Task description: Only lines with the word "number" belong in the answer; copy them from the records below.

Study material:
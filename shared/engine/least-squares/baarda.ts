import { symmetricEigen } from './symmetric-eigen';
import { equivalentDeviate } from '../uncertainty/distributions';

/** Relative to the whole: less redundancy than this is none, the rest being rounding. */
export const noRedundancy = 1e-9;

export interface BlunderTest {
  /** Normal deviate of the test; null where nothing checks the observation. */
  readonly w: number | null;
  /** Mean share of the observation's information that the fit itself uses, 0 to 1. */
  readonly leverage: number;
  /** Cofactors of the residuals, I − H for this observation; its trace is its redundancy. */
  readonly remaining: readonly (readonly number[])[];
}

/**
 * Baarda's test for a blunder in one observation (data snooping), of one or more components.
 *
 * `residuals` and their derivatives by the parameters, `gradients`, are divided by the standard
 * uncertainty (or whitened); `covariance` is that of the parameters, n × n; `weight` is what a
 * robust loss left the observation. With e the residuals and Q = I − H their cofactors,
 * T = eᵀ·Q⁺·e is χ² with rank(Q) degrees of freedom when there is no blunder; `w` is the normal
 * deviate of the same probability, for one component |e|/√Q.
 * Source: W. Baarda, Publications on Geodesy 2(5), Netherlands Geodetic Commission, 1968.
 */
export function testForBlunder(
  residuals: readonly number[],
  gradients: readonly Float64Array[],
  covariance: Float64Array,
  weight = 1,
): BlunderTest {
  const hat = gradients.map((a) => {
    const n = a.length;
    const through = new Float64Array(n);
    for (let i = 0; i < n; i++)
      for (let j = 0; j < n; j++) through[i] += covariance[i * n + j] * a[j];
    return gradients.map((b) => weight * b.reduce((sum, value, i) => sum + value * through[i], 0));
  });
  const remaining = hat.map((row, i) => row.map((h, j) => (i === j ? 1 - h : -h)));
  const { values, vectors } = symmetricEigen(remaining);
  let statistic = 0;
  let rank = 0;
  values.forEach((value, k) => {
    if (value <= noRedundancy) return;
    rank++;
    statistic += vectors[k].reduce((sum, v, i) => sum + v * residuals[i], 0) ** 2 / value;
  });
  const used = hat.reduce((sum, row, i) => sum + row[i], 0);
  return {
    w: rank === 0 ? null : equivalentDeviate(statistic, rank),
    leverage: Math.min(1, Math.max(0, used / hat.length)),
    remaining,
  };
}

Exercise solution:
  readonly w: number | null;
  readonly leverage: number;
  readonly remaining: readonly (readonly number[])[];
  residuals: readonly number[],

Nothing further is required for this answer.